The interpretation of the whole main front, with its unfinished tower, raises a new problem. In our archaeological working project, we refer to it as “A Zone”. It seems rational to think that, before the construction of the tower, or until the provisional/final solution of a narrow brick bell tower, there was a primitive bell-gable on one of the main chapel’s sides. Likewise, there is no stylistic relation between the cathedral’s second phase (the Geraldini one), and the magnificent ornamental typology of its current façade (unfinished as well).

The stratigraphic correlation between the tower and the current façade will set the chronology of the works to before 1556. What seems to be clear, and could be confirmed after a walls analysis, is that the decorated façade is attached to the original façade of Geraldini’s project like a curtain. This solution arises from the desire of dignifying the building with high quality works. This magnificent artificial piece seems to remain unfinished in terms of height, so that it allows us to see the previously built recessed façade. We would like as well to mention the existence of some 18th century pilasters, which were placed on top of the façade, where the final pediment should have been executed.

In respect to the tower, (which plays an important role in the nave-façade backing), the standstill of its construction was a scorn for the canonry’s projects. Santo Domingo had lost geopolitical power, and the despotism installed in civil society and the projects to defend the Antilles represented a setback regarding the project of creating a “big church”.

It would be necessary to work on the constructive solutions of the prosthesis observed in the atrium of the main façade, in the façade-tower contact, known as the “secret-chapel”, which seems to correspond to a spiral staircase with a half-moon plan at the beginning of its development, which then achieves a round shape as it continues. Here, the stoppage of the tower had two consequences:

The late gothic window with Isabelline orbs remained uncovered, and no more parts of the building were destroyed in order to fit the staircase – which should be Mallorcan too, according to its width. On the other hand, it compelled to open a forced entry to the original terrace of the unfinished construction. To that end, an access was created by destroying one of the buttresses, and a new spiral staircase was built, leading into a security box to access the final bell tower.

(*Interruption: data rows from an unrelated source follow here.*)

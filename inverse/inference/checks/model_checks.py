"""Whether the model describes the trace: posterior predictive checks and a verdict in plain words.

Residuals are taken at draws of the posterior with the linear coefficients drawn too, and standardised by their
prediction from earlier ones (`inverse.inference.checks.residuals.innovations`). Over draws of unknowns, coefficients
and data from the joint model these are independent N(0, 1), so that the reference distribution of every statistic is
that of independent normal numbers, whatever the spacing of the delays. A posterior predictive p is the mean over
draws; it errs towards 0.5 (Gelman, Meng and Stern 1996, from memory), hence a small one is a strong statement.
"""

from __future__ import annotations

from dataclasses import dataclass
from typing import Any

import numpy as np
from numpy.typing import NDArray
from scipy.special import chdtrc, log_ndtr

from inverse.description.arguments import whole_number
from inverse.inference.checks.drift_ratio import DriftTest, drift_tests
from inverse.inference.checks.posterior_draws import posterior_draws
from inverse.inference.checks.residuals import Replicates, autocorrelation, replicates
from inverse.inference.inversion import Inversion

__all__ = ["ChannelCheck", "ModelCheck", "check_model", "ljung_box", "noise_warnings"]

Array = NDArray[np.float64]

CORRELATED = 0.01
"""Residuals count as autocorrelated where the Ljung-Box p is below this, or that of the drift test below twice it."""

FAR = 4.0
"""A point this many deviations off is an outlier."""

_TAIL = 0.001
_LAGS = 20
_REFERENCE = 4000
_DRAWS = 100
_QUANTILES = (0.025, 0.16, 0.5, 0.84, 0.975)


@dataclass(frozen=True)
class ChannelCheck:
    """Checks of one channel.

    Attributes
    ----------
    name, unit : str
    delay : array, shape (delays,)
        Fitted delays, ps.
    residual, innovation : array, shape (delays,)
        Means over draws: data less model, and standardised prediction errors.
    bands : array, shape (5, delays)
        2.5, 16, 50, 84 and 97.5 % quantiles of replicated data, noise included.
    inside : tuple of float
        Share of the data within the 68 % and the 95 % band.
    autocorrelation : array, shape (lags,)
        Of the innovations at lags 1, 2, ... in points, mean over draws.
    p_correlation, p_chi_square, p_largest : float
        Posterior predictive p of the Ljung-Box statistic, of the sum of squares, and of the largest
        innovation in size; the last two are NaN under Student's t noise, whose innovations are not normal.
    outliers : array, shape (outliers,)
        Delays of innovations beyond 4 deviations, ps.
    noise_model : str
    white : float
        Median white noise level.
    p_drift : float
        p of the likelihood-ratio test for a correlated part (`inverse.inference.checks.drift_ratio`) under white
        noise; it sees a drift that the fitted curve has bent towards. NaN under correlated noise.
    size, time : float
        Correlated part over the white one, and its correlation time in ps: medians of the noise model, or under white
        noise the best ones of the drift test.
    excess : float
        5 % quantile of `size` under correlated noise; NaN under white noise.
    """

    name: str
    unit: str
    delay: Array
    residual: Array
    innovation: Array
    bands: Array
    inside: tuple[float, float]
    autocorrelation: Array
    p_correlation: float
    p_chi_square: float
    p_largest: float
    outliers: Array
    noise_model: str
    white: float
    p_drift: float
    size: float
    time: float
    excess: float

    @property
    def problems(self) -> tuple[str, ...]:
        """What is wrong, in plain words; empty where nothing is."""
        return (*self._correlation_problems(), *self._tail_problems())

    def _correlation_problems(self) -> list[str]:
        found = f"residuals are correlated over {self.time:.2g} ps and {self.size:.2g} times the noise"
        if self.noise_model == "white" and (self.p_drift < 2 * CORRELATED or self.p_correlation < CORRELATED):
            p = min(self.p_drift, self.p_correlation)
            return [f'{found} (p {_p(p)}): the intervals are too narrow; use noise="correlated"']
        if self.p_correlation < CORRELATED:
            return [f"residuals are correlated beyond the noise model (Ljung-Box p {_p(self.p_correlation)})"]
        if self.excess > 1:
            return [
                f"{found}; the discrepancy term carries them and the intervals allow for it, but the stack or its "
                "constants are not right, or the instrument drifts that much"
            ]
        return []

    def _tail_problems(self) -> list[str]:
        if not self.p_largest < _TAIL:
            return []
        at = ", ".join(f"{d:.4g}" for d in self.outliers[:5]) or "none singled out"
        at += ", ..." * (self.outliers.size > 5)
        return [
            f"the largest residual is too large for normal noise (p {_p(self.p_largest)}): "
            f"{self.outliers.size} beyond {FAR:.0f} deviations (delays in ps: {at}); they pull the "
            'intervals off: use noise="student", or mask them if their cause is known'
        ]


@dataclass(frozen=True, repr=False)
class ModelCheck:
    """Checks of a model against its trace.

    Attributes
    ----------
    channels : tuple of ChannelCheck
    """

    channels: tuple[ChannelCheck, ...]

    @property
    def describes(self) -> bool:
        """Whether nothing speaks against the model."""
        return not any(c.problems for c in self.channels)

    @property
    def verdict(self) -> str:
        """The finding in plain words."""
        if self.describes:
            return "The model describes the trace: what is left looks like the noise of the noise model."
        said = [f"{c.name}: {p}" if len(self.channels) > 1 else p for c in self.channels for p in c.problems]
        return f"The model does not describe the trace: {'; '.join(said)}."

    def __getitem__(self, name: str) -> ChannelCheck:
        """Return the checks of one channel.

        Raises
        ------
        ValueError
            If there is no such channel.
        """
        for channel in self.channels:
            if channel.name == name:
                return channel
        raise ValueError(
            f"There is no channel '{name}'; there are {', '.join(c.name for c in self.channels)}."
        )

    def __str__(self) -> str:
        """Write the verdict and the numbers."""
        return "\n".join([self.verdict, *(_line(c) for c in self.channels)])

    __repr__ = __str__


def check_model(result: Any, *, draws: int = _DRAWS, seed: int = 0) -> ModelCheck:
    """Check whether the model of a result describes its trace.

    Parameters
    ----------
    result : xarray.DataTree or Fit
        From `sample_posterior`, `load` or `Inversion.least_squares`.
    draws : int
        Draws of the posterior used per ensemble.
    seed : int

    Returns
    -------
    ModelCheck
        Prints as a verdict and a line per channel.

    Raises
    ------
    ValueError
        If `result` is neither kind or `draws` is below 1.
    """
    draws = whole_number("draws", draws, 1)
    found = posterior_draws(result, seed=seed, count=draws).thinned(draws)
    return ModelCheck(_checks(found.inversion, found.flat, seed))


def noise_warnings(inversion: Inversion, values: Array, *, seed: int = 0) -> list[str]:
    """Warn where residuals do not look like the noise of the noise model.

    Parameters
    ----------
    inversion : Inversion
    values : array, shape (draws, unknowns)
        Draws of the posterior, public units; up to 100 are used, evenly spread.
    seed : int

    Returns
    -------
    list of str
        One sentence per problem; empty where there is none.
    """
    keep = np.unique(np.linspace(0, len(values) - 1, min(_DRAWS, len(values))).round().astype(int))
    checks = _checks(inversion, np.asarray(values)[keep], seed)
    return [f"{c.name}: {problem}." for c in checks for problem in c.problems]


def _checks(inversion: Inversion, values: Array, seed: int) -> tuple[ChannelCheck, ...]:
    best = values[int(np.argmax(inversion.posterior.log_prob(values)))]
    drifts = drift_tests(inversion, best, seed=seed)
    found = replicates(inversion, values, seed)
    return tuple(_channel_check(r, drift, seed) for r, drift in zip(found, drifts, strict=True))


def ljung_box(series: Array, lags: int) -> Array:
    """Return the Ljung-Box statistic of rows: ``Q = n (n + 2) sum_k r_k^2 / (n - k)``, shape (rows,).

    References
    ----------
    Ljung and Box, Biometrika 65 (1978) 297, from memory.
    """
    n = series.shape[1]
    r = autocorrelation(series, lags)
    return np.asarray(n * (n + 2) * (r**2 / (n - np.arange(1, lags + 1))).sum(axis=1))


def _channel_check(r: Replicates, drift: DriftTest | None, seed: int) -> ChannelCheck:
    u, n = r.innovation, r.delay.size
    lags = max(1, min(_LAGS, n // 5))
    rng = np.random.default_rng(np.random.SeedSequence(seed).spawn(1)[0])
    reference = np.sort(ljung_box(rng.standard_normal((_REFERENCE, n)), lags))
    p_correlation = _upper(reference, ljung_box(u, lags))
    is_normal = r.channel.noise.model != "student"
    bands = np.quantile(r.replicate, _QUANTILES, axis=0)
    mean = u.mean(axis=0)
    size, time, excess = _correlated_part(r, drift)
    return ChannelCheck(
        name=r.name,
        unit=r.channel.unit,
        delay=r.delay,
        residual=r.residual.mean(axis=0),
        innovation=mean,
        bands=bands,
        inside=(_share(r.data, bands[1], bands[3]), _share(r.data, bands[0], bands[4])),
        autocorrelation=autocorrelation(u, lags).mean(axis=0),
        p_correlation=p_correlation,
        p_chi_square=float(chdtrc(n, (u**2).sum(axis=1)).mean()) if is_normal else np.nan,
        p_largest=_p_largest(u) if is_normal else np.nan,
        outliers=r.delay[np.abs(mean) > FAR],
        noise_model=r.channel.noise.model,
        white=float(np.median(r.noise["white"])),
        p_drift=np.nan if drift is None else drift.p,
        size=size,
        time=time,
        excess=excess,
    )


def _upper(reference: Array, statistic: Array) -> float:
    """Mean over draws of the share of the reference at or above the statistic, never quite zero."""
    above = reference.size - np.searchsorted(reference, statistic)
    return float(np.mean((above + 1) / (reference.size + 1)))


def _correlated_part(r: Replicates, drift: DriftTest | None) -> tuple[float, float, float]:
    """Return size over white noise, correlation time, and the 5 % quantile of the size."""
    if drift is not None:
        return drift.size, drift.time, np.nan
    size = r.noise["discrepancy"] / r.noise["white"]
    return (
        float(np.median(size)),
        float(np.median(r.noise["correlation_time"])),
        float(np.quantile(size, 0.05)),
    )


def _p_largest(u: Array) -> float:
    """Mean over draws of the probability that the largest of as many normal numbers is larger, in size."""
    largest = np.abs(u).max(axis=1)
    return float(-np.expm1(u.shape[1] * np.log1p(-2 * np.exp(log_ndtr(-largest)))).mean())


def _share(data: Array, low: Array, high: Array) -> float:
    return float(np.mean((data >= low) & (data <= high)))


def _p(value: float) -> str:
    return "< 0.001" if value < 0.001 else f"= {value:.2g}"


def _line(c: ChannelCheck) -> str:
    parts = [
        f"{100 * c.inside[0]:.0f} % and {100 * c.inside[1]:.0f} % of the data lie in the 68 % and 95 % bands",
        f"autocorrelation at one point {c.autocorrelation[0]:+.2f}, Ljung-Box p {_p(c.p_correlation)}",
    ]
    if c.noise_model != "student":
        parts.append(f"sum of squares p {_p(c.p_chi_square)}")
        parts.append(f"largest {np.abs(c.innovation).max():.1f} deviations, p {_p(c.p_largest)}")
    if c.noise_model == "white":
        parts.append(f"drift test p {_p(c.p_drift)}")
    else:
        parts.append(f"discrepancy {c.size:.2g} times the white noise over {c.time:.2g} ps")
    return f"{c.name}: {'; '.join(parts)}"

The resulting plan of the tower, in its ground floor, shows said anomalies, such as the structure of the first staircase and that of the second one. Furthermore, we notice a strong pillar made out of rough stone in most of its elevation, and ashlars of unknown chronology on the upper part. It could be some sort of constructive structure from the 16th century, perhaps the base of a crane, or some autarkic solution to sustain the cement slab that rests on it.

These are just some preliminary hypotheses and some of the doubts that we intend to elucidate with the proposed archaeological analysis. I just want to conclude by remembering the “unfinished spirit” that surrounds Santo Domingo cathedral from its start, at the beginning of the 5th century. This must have caused awkward feelings for centuries but, remembering Schubert’s Symphony in E minor, D. 759, commonly known as “Unfinished Symphony”, maybe that is what makes it one of the most beautiful works of American architecture.

Ildefonso Ramírez González

Flores Sasso, Virginia (2011): «Arquitectura de la Catedral» (CAP.), Basílica Catedral de Santo Domingo. Santo Domingo, pp. 211-374.

Olsen Bogaert, Harold, Pérez Montás, Eugenio & Prieto Vicioso, Esteban (1998): Arqueología  y  Antropología  Física  de  la  Catedral  de  Santo  Domingo.  Ed. Centro de Altos Estudios Humanísticos y del Idioma Español. Santo Domingo.

Pano García, José Luis (2004): «El modelo de planta de salón: origen, difusión e implantación en América», Arquitectura religiosa del siglo XVI en España y Ultramar, Institución Fernando el Católico. Zaragoza, 39-84.

Pérez Montás, Eugenio (2007): La ciudad de Ozama; 500 años de historia urbana. Barcelona.

Pleguezuelo Hernández,  Alfonso (1989): Azulejo sevillano, Ed. Padilla Libros. Sevilla.

Rubio, Fray Vicente (2011): “El  título  de  la  Catedral  Dominicopolitana” (CAP.), Basílica Catedral de Santo Domingo. Santo Domingo, pp. 51-62.